> [Your goal]
Find the word "formula" in the records and copy every line where it occurs.

> [Information given]
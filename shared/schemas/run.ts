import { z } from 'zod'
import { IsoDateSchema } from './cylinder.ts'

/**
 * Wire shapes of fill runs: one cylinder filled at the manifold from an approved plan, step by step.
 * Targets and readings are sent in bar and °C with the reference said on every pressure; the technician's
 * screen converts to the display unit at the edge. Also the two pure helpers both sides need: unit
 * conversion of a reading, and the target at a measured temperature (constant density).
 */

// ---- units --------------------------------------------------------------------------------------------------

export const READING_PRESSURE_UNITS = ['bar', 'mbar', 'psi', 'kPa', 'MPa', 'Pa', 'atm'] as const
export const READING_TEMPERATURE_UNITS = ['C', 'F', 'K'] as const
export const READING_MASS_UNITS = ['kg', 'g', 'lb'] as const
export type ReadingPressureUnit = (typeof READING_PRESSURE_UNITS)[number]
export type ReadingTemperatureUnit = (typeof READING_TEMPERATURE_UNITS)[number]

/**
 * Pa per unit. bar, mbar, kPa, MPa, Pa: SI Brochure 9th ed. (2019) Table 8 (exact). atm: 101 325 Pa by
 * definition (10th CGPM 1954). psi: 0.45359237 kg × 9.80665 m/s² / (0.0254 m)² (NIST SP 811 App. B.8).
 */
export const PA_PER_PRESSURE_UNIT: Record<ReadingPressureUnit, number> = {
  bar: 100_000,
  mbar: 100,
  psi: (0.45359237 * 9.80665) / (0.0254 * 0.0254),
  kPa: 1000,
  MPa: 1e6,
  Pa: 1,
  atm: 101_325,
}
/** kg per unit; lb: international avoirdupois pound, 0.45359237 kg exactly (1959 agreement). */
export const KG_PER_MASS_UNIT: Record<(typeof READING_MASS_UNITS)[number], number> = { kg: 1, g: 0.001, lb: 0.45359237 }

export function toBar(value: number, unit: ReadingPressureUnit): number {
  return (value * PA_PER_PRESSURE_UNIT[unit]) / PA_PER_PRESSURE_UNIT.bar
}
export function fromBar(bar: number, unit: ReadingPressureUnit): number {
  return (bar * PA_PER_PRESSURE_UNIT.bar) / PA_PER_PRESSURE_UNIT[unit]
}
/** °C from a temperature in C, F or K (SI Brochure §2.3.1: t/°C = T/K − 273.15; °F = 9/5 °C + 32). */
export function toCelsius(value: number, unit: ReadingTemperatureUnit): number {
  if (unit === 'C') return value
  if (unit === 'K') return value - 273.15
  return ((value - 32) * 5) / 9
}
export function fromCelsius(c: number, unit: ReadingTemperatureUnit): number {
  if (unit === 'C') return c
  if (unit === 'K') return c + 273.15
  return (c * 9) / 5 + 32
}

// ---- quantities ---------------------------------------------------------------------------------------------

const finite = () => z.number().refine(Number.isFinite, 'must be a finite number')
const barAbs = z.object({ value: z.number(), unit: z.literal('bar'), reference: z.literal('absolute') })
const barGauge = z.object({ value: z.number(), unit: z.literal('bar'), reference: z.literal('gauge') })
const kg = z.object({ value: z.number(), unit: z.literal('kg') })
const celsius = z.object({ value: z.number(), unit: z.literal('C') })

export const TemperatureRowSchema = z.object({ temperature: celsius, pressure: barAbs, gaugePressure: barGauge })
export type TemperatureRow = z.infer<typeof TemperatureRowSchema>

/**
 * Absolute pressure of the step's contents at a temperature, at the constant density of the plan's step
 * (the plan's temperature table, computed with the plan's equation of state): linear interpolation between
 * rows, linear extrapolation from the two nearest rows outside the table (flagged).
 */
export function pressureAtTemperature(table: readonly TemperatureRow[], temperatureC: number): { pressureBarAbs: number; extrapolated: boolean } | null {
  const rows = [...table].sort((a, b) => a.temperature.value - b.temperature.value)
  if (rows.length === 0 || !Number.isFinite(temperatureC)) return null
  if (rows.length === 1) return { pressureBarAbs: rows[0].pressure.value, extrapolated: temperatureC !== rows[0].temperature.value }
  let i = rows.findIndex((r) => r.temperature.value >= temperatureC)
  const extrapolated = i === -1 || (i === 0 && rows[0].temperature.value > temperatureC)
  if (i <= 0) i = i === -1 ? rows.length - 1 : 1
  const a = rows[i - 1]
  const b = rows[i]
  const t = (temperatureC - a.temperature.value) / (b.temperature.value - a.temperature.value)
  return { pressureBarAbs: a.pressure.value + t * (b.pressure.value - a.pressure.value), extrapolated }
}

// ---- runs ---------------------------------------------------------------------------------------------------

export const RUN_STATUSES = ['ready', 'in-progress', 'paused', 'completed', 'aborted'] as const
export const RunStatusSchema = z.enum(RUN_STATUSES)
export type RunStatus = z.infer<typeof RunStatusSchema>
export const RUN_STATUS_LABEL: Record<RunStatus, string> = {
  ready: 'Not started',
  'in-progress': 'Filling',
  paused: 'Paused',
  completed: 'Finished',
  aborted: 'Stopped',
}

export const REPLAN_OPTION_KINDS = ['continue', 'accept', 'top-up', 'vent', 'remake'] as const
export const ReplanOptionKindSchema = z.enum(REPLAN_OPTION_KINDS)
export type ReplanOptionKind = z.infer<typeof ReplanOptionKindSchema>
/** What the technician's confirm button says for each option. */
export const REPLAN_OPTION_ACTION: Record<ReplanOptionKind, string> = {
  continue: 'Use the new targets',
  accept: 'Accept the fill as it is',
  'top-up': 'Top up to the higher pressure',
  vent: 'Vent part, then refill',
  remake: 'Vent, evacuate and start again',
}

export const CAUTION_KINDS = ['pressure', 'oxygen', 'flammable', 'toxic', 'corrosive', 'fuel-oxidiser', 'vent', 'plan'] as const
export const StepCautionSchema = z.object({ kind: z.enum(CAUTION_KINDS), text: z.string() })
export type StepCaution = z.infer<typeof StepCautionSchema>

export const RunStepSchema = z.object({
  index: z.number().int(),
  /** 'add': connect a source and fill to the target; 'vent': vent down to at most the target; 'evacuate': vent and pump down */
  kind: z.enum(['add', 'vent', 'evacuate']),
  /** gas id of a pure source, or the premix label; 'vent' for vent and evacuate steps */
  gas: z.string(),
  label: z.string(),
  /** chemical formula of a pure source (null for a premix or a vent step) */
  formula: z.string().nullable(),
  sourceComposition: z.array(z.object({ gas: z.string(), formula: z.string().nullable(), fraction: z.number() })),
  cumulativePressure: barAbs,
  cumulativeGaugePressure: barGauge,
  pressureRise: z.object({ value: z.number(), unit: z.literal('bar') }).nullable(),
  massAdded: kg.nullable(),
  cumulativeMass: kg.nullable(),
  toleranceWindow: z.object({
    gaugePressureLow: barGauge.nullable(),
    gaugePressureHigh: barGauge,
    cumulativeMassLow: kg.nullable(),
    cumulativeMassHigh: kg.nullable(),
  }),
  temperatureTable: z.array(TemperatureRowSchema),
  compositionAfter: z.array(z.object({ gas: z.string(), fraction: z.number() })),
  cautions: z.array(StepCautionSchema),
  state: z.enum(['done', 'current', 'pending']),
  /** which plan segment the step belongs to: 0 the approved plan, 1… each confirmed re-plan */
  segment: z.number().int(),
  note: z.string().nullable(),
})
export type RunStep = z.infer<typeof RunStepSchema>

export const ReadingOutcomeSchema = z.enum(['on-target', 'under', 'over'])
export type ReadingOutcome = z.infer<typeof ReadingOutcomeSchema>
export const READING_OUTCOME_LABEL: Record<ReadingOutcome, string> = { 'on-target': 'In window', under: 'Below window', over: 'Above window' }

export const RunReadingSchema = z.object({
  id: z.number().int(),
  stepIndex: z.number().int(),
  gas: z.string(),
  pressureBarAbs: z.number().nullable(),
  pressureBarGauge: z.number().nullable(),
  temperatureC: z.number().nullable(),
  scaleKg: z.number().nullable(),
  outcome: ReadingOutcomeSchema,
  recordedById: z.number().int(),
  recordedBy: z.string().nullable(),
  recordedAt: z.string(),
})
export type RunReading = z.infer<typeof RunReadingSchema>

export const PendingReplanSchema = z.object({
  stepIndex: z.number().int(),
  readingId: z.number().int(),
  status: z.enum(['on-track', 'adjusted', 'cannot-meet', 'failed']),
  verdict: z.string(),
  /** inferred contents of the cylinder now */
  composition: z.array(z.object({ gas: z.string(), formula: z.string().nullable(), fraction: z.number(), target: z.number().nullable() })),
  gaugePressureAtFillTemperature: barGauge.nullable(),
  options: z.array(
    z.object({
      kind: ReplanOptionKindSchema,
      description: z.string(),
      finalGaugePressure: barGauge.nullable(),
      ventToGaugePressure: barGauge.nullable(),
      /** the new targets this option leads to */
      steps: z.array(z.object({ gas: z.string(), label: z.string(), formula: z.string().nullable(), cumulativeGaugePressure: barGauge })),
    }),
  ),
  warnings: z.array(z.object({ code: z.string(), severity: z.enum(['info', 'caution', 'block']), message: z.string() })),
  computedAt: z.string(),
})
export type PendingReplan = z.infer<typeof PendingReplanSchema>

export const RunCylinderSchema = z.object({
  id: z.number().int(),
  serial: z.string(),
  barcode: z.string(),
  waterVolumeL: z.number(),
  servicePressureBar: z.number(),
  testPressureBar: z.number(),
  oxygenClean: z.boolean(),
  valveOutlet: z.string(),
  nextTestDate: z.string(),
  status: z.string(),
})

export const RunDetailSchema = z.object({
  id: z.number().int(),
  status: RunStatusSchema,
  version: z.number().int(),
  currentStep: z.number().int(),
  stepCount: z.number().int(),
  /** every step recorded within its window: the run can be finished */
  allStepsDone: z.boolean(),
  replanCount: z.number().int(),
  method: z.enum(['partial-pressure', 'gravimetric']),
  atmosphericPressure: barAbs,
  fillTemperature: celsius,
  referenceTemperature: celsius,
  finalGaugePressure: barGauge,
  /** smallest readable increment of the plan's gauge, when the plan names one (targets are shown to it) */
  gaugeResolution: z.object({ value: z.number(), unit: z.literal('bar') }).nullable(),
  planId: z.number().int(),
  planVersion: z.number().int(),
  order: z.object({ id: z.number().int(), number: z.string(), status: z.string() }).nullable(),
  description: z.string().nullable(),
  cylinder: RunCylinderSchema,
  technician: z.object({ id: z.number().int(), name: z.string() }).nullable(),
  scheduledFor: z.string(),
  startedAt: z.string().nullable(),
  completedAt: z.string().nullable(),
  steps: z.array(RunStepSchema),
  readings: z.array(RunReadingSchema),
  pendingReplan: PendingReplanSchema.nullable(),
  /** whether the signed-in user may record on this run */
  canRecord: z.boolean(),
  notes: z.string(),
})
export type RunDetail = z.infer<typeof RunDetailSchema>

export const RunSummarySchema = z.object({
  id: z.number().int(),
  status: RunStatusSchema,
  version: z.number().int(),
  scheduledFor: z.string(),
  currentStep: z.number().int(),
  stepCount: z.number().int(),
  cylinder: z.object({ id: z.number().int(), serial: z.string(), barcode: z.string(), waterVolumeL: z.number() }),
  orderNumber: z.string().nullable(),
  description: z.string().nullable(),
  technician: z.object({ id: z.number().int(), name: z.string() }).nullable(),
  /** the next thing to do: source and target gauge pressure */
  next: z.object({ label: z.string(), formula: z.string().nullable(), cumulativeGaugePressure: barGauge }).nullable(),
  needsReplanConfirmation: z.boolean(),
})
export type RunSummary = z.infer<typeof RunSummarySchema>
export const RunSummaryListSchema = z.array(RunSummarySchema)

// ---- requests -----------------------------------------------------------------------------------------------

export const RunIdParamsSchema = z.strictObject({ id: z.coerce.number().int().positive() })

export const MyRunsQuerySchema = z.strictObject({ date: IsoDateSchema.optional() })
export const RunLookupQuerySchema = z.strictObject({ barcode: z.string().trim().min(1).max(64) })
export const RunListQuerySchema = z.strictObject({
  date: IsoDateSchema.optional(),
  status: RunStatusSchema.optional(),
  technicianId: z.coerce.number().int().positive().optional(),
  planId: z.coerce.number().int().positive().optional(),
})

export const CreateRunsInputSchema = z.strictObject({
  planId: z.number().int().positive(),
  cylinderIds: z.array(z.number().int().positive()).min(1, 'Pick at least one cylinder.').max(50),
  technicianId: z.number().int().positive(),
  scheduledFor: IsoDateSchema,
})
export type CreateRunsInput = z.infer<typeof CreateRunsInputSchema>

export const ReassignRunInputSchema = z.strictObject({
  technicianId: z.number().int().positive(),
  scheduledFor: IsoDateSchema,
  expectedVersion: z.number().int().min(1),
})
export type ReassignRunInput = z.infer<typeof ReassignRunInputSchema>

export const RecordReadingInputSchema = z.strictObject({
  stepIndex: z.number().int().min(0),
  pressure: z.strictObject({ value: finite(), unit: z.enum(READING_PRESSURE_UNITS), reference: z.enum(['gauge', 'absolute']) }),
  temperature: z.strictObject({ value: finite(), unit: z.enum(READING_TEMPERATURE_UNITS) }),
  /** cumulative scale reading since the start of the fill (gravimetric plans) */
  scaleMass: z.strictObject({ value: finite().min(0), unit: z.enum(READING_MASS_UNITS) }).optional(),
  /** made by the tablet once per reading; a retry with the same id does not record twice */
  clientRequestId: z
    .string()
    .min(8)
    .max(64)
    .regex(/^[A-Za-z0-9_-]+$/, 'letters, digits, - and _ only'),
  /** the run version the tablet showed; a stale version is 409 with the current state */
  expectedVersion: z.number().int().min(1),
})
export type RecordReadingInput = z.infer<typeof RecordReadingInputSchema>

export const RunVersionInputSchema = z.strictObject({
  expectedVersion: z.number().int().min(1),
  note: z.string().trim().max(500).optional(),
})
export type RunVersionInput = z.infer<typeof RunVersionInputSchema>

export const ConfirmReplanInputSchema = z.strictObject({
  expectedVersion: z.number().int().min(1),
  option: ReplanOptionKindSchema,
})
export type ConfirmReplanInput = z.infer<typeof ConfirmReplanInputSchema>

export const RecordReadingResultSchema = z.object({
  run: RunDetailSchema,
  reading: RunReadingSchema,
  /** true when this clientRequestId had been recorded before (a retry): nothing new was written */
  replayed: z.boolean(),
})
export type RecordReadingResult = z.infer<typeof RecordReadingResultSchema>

> [Answer box]
  /** chemical formula of a pure source (null for a premix or a vent step) */
  formula: z.string().nullable(),
  sourceComposition: z.array(z.object({ gas: z.string(), formula: z.string().nullable(), fraction: z.number() })),
  composition: z.array(z.object({ gas: z.string(), formula: z.string().nullable(), fraction: z.number(), target: z.number().nullable() })),
      steps: z.array(z.object({ gas: z.string(), label: z.string(), formula: z.string().nullable(), cumulativeGaugePressure: barGauge })),
  next: z.object({ label: z.string(), formula: z.string().nullable(), cumulativeGaugePressure: barGauge }).nullable(),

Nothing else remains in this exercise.